In Le Jardin des Lauves we see the visible traces of Cézanne’s hand as he searches out the familiar forms of a landscape he returned to again and again. Painted near the end of his life, Le Jardin gives us a rare opportunity to witness the mature Cézanne as he strives to give nature its truest expression in oil on canvas. For me, there is tremendous dignity in this struggle, no matter how tortured it may appear, no matter its level of completion.

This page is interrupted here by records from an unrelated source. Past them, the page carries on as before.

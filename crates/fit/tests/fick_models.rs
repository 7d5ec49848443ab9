//! Independent numerical checks of two model currents: Fick's second law solved by finite
//! differences in this file and compared with
//! - `diffusor_fit::models::kinetics::kinetic_current_a`, the planar electrode with a finite
//!   first-order rate at the surface (boundary `D·∂C/∂x|₀ = kf·C(0, t)`), and
//! - `diffusor_fit::models::sphere::sphere_current_a`, the sphere at the diffusion limit.
//!
//! The method is that of `tests/fick_planar.rs` (see there for the references): variable-step
//! BDF2 started by one backward-Euler step (C. W. Gear 1971; E. Hairer & G. Wanner 1996), an
//! exponentially expanding space grid and exponentially expanding time steps (D. Britz &
//! J. Strutwolf, *Digital Simulation in Electrochemistry*, 4th ed., Springer 2016), the Thomas
//! algorithm for each tridiagonal solve, and the three-point one-sided surface gradient.
//!
//! - The kinetic boundary `D·∂C/∂x = kf·C` at `x = 0` is taken in by a half control volume at
//!   the surface node: `(h₁/2)·dC₀/dt = D·(C₁ − C₀)/h₁ − kf·C₀`, which on a uniform grid is the
//!   same as a central difference with a ghost node (Britz & Strutwolf 2016 on boundary
//!   conditions with a flux; as remembered). The current is then `n·F·A·kf·C₀` exactly.
//! - For the sphere, Fick's law in spherical symmetry `∂C/∂t = D·(∂²C/∂r² + (2/r)·∂C/∂r)`
//!   becomes the planar equation `∂u/∂t = D·∂²u/∂r²` for `u = r·C` (J. Crank, *The Mathematics
//!   of Diffusion*, 2nd ed., Oxford 1975, ch. 6), with `u(r₀) = 0` (diffusion limit) and
//!   `u = r·C*` far away; the current is `n·F·4πr₀²·D·∂C/∂r|r₀ = n·F·4πr₀·D·∂u/∂r|r₀` since
//!   `C(r₀) = 0`.
//!
//! Run with `--nocapture` to see the errors.

use diffusor_fit::constants::{CM2_PER_S, FARADAY_C_PER_MOL};
use diffusor_fit::models::kinetics::{BackReaction, kinetic_current_a};
use diffusor_fit::models::sphere::{SphereKind, sphere_current_a};

const N_ELECTRONS: f64 = 1.0;
const CONC_MOL_M3: f64 = 1.0;
const D_M2_S: f64 = 7.2e-6 * CM2_PER_S;
const T_FIRST_S: f64 = 1e-3;
const T_MAX_S: f64 = 10.0;
const SPACE_STRETCH: f64 = 10.0;
const TIME_STRETCH: f64 = 12.0;

fn expanding_grid(span: f64, stretch: f64, intervals: usize) -> Vec<f64> {
    let denominator = stretch.exp_m1();
    (0..=intervals)
        .map(|k| span * (stretch * k as f64 / intervals as f64).exp_m1() / denominator)
        .collect()
}

fn thomas(a: &[f64], b: &[f64], c: &[f64], r: &mut [f64], scratch: &mut [f64]) {
    let m = r.len();
    scratch[0] = c[0] / b[0];
    r[0] /= b[0];
    for i in 1..m {
        let denominator = b[i] - a[i] * scratch[i - 1];
        scratch[i] = c[i] / denominator;
        r[i] = (r[i] - a[i] * r[i - 1]) / denominator;
    }
    for i in (0..m - 1).rev() {
        r[i] -= scratch[i] * r[i + 1];
    }
}

fn surface_gradient(x: &[f64], c: &[f64]) -> f64 {
    let h1 = x[1] - x[0];
    let h2 = x[2] - x[1];
    -(2.0 * h1 + h2) / (h1 * (h1 + h2)) * c[0] + (h1 + h2) / (h1 * h2) * c[1]
        - h1 / (h2 * (h1 + h2)) * c[2]
}

/// The surface condition at `x = 0`.
#[derive(Clone, Copy)]
enum Surface {
    /// `u(0) = value`.
    Fixed(f64),
    /// `D·∂u/∂x = kf·u` at `x = 0`.
    Rate(f64),
}

/// Solves `∂u/∂t = D·∂²u/∂x²` on `[0, L]` with the surface condition at 0, `u(L) = far`, and
/// the initial profile `initial(x)`; returns `(t, u₀, ∂u/∂x|₀)` at every time node.
fn simulate(
    length_m: f64,
    surface: Surface,
    far: f64,
    initial: impl Fn(f64) -> f64,
    space_intervals: usize,
    time_steps: usize,
) -> (Vec<f64>, Vec<(f64, f64, f64)>) {
    let x = expanding_grid(length_m, SPACE_STRETCH, space_intervals);
    let times = expanding_grid(T_MAX_S, TIME_STRETCH, time_steps);
    // Unknown nodes: 0..N−1 with a rate condition, 1..N−1 with a fixed surface.
    let first = match surface {
        Surface::Fixed(_) => 1,
        Surface::Rate(_) => 0,
    };
    let unknowns = space_intervals - first;
    // Operator rows: L·u at node i = lower·u[i−1] − (lower + upper + sink)·u[i] + upper·u[i+1].
    let mut lower = vec![0.0; space_intervals];
    let mut upper = vec![0.0; space_intervals];
    let mut sink = vec![0.0; space_intervals];
    for i in 1..space_intervals {
        let hm = x[i] - x[i - 1];
        let hp = x[i + 1] - x[i];
        lower[i] = 2.0 / (hm * (hm + hp));
        upper[i] = 2.0 / (hp * (hm + hp));
    }
    if let Surface::Rate(kf) = surface {
        // Half control volume of width h₁/2: du₀/dt = (2D/h₁²)(u₁ − u₀) − (2kf/h₁)·u₀.
        let h1 = x[1] - x[0];
        upper[0] = 2.0 / (h1 * h1);
        sink[0] = 2.0 * kf / (h1 * D_M2_S);
    }
    let mut u: Vec<f64> = x.iter().map(|&x| initial(x)).collect();
    if let Surface::Fixed(v) = surface {
        u[0] = v;
    }
    u[space_intervals] = far;
    let mut a = vec![0.0; unknowns];
    let mut b = vec![0.0; unknowns];
    let mut c = vec![0.0; unknowns];
    let mut rhs = vec![0.0; unknowns];
    let mut scratch = vec![0.0; unknowns];
    let mut solve = |tau: f64, source: &[f64], u: &mut Vec<f64>| {
        for j in 0..unknowns {
            let i = j + first;
            let lo = D_M2_S * tau * lower[i];
            let up = D_M2_S * tau * upper[i];
            let si = D_M2_S * tau * sink[i];
            a[j] = -lo;
            b[j] = 1.0 + lo + up + si;
            c[j] = -up;
            rhs[j] = source[i];
        }
        if first == 1 {
            rhs[0] -= a[0] * u[0];
        }
        rhs[unknowns - 1] -= c[unknowns - 1] * u[space_intervals];
        thomas(&a, &b, &c, &mut rhs, &mut scratch);
        u[first..space_intervals].copy_from_slice(&rhs);
    };
    let mut out = Vec::with_capacity(time_steps);
    let mut older = u.clone();
    let mut source = u.clone();
    for k in 1..=time_steps {
        let dt = times[k] - times[k - 1];
        if k == 1 {
            older.copy_from_slice(&u);
            source.copy_from_slice(&u);
            solve(dt, &source, &mut u);
        } else {
            let omega = dt / (times[k - 1] - times[k - 2]);
            let alpha0 = (1.0 + 2.0 * omega) / (1.0 + omega);
            for i in 0..=space_intervals {
                source[i] =
                    ((1.0 + omega) * u[i] - omega * omega / (1.0 + omega) * older[i]) / alpha0;
            }
            older.copy_from_slice(&u);
            solve(dt / alpha0, &source, &mut u);
        }
        out.push((times[k], u[0], surface_gradient(&x, &u)));
    }
    (x, out)
}

/// Largest relative deviation over the comparison window.
fn worst(points: &[(f64, f64)], exact: impl Fn(f64) -> f64) -> f64 {
    let inside: Vec<_> = points
        .iter()
        .filter(|(t, _)| (T_FIRST_S..=T_MAX_S).contains(t))
        .collect();
    assert!(
        inside.len() >= 50,
        "only {} nodes in the window",
        inside.len()
    );
    inside
        .iter()
        .map(|&&(t, i)| (i / exact(t) - 1.0).abs())
        .fold(0.0, f64::max)
}

#[test]
fn finite_differences_reproduce_the_kinetic_current() {
    // kf = 1e-4 m/s (1e-2 cm/s): H = kf/√D = 3.7 s^-½, so H√t runs from 0.12 to 12 over the
    // window and the transient changes from kinetic to diffusion control inside it.
    let area_m2 = 7.07e-6;
    let kf = 1e-4;
    let length = 6.0 * (D_M2_S * T_MAX_S).sqrt();
    let mut errors = Vec::new();
    for level in 0..3 {
        let (_, sim) = simulate(
            length,
            Surface::Rate(kf),
            CONC_MOL_M3,
            |_| CONC_MOL_M3,
            100 << level,
            200 << level,
        );
        let current: Vec<(f64, f64)> = sim
            .iter()
            .map(|&(t, c0, _)| (t, N_ELECTRONS * FARADAY_C_PER_MOL * area_m2 * kf * c0))
            .collect();
        let e = worst(&current, |t| {
            kinetic_current_a(
                N_ELECTRONS,
                area_m2,
                CONC_MOL_M3,
                kf,
                D_M2_S,
                BackReaction::Irreversible,
                t,
            )
        });
        println!("kinetic: level {level}: max |I_FD/I − 1| = {e:.3e}");
        errors.push(e);
    }
    // Project requirement: within 0.5 %; and the error must fall as the grids are refined.
    assert!(errors.iter().all(|e| *e < 5e-3), "{errors:?}");
    assert!(
        errors.windows(2).all(|p| p[1] < p[0] / 2.0),
        "no convergence: {errors:?}"
    );
}

#[test]
fn finite_differences_reproduce_the_sphere_current() {
    // r₀ = 10 µm: the diffusion layer √(πDt) grows from 0.15 r₀ to 15 r₀ over the window, so
    // the current moves from Cottrell-like to near steady state.
    let r0 = 10e-6;
    let length = 6.0 * (D_M2_S * T_MAX_S).sqrt();
    let mut errors = Vec::new();
    for level in 0..3 {
        let (_, sim) = simulate(
            length,
            Surface::Fixed(0.0),
            (r0 + length) * CONC_MOL_M3,
            |x| (r0 + x) * CONC_MOL_M3,
            100 << level,
            200 << level,
        );
        let current: Vec<(f64, f64)> = sim
            .iter()
            .map(|&(t, _, du)| {
                (
                    t,
                    N_ELECTRONS * FARADAY_C_PER_MOL * 4.0 * std::f64::consts::PI * r0 * D_M2_S * du,
                )
            })
            .collect();
        let e = worst(&current, |t| {
            sphere_current_a(N_ELECTRONS, SphereKind::Sphere, r0, CONC_MOL_M3, D_M2_S, t)
        });
        println!("sphere: level {level}: max |I_FD/I − 1| = {e:.3e}");
        errors.push(e);
    }
    assert!(errors.iter().all(|e| *e < 5e-3), "{errors:?}");
    assert!(
        errors.windows(2).all(|p| p[1] < p[0] / 2.0),
        "no convergence: {errors:?}"
    );
}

(detail) Natalie O'Dell, Le Jardin des Tags, 2013, Acrylic paint and Phillips Collection tags

(detail) Natalie O’Dell, Le Jardin des Tags, 2013, Acrylic paint and Phillips Collection tags

What would you like people to know about your artwork on view in the 2013 Staff Show (ie: subject matter, materials, process, etc.)?
For my copy of Cézanne’s Le Jardin des Lauves, I decided to incorporate the colored tags we give to museum visitors to indicate whether they have paid the admission fee, hence its name, Le Jardin des Tags (The Garden of Tags). With the help of my fellow Museum Assistants, I collected discarded tags worn by patrons as they visited the collection. I then embedded the tags into the layers of paint, making them a vital part of the work itself and the experience of viewing it.

The tags serve two purposes. First, they highlight the geometric grid structure that underlies Cézanne’s work and laid the foundation for so many formal developments by later artists. The tags also draw attention to the inescapable institutional context of Le Jardin des Lauves. The artwork’s position in The Phillips Collection both directly determines and indirectly affects the viewer’s perception of it, making the relationship between art and institution mutually constitutive. Even when admission is free, it is always regulated; thus access to the work is controlled. Once inside the Phillips the viewer’s estimation of the painting is inevitably influenced by its inclusion (and prominence) in such a world-class collection. Rather than passing a value judgment, I hope to provoke thought about this special artwork and how its institutional setting might affect our perception of it.

The 2013 James McLaughlin Memorial Staff Show will be on view September 23, 2013 through October 20, 2013. The show features artwork from Phillips Collection staff.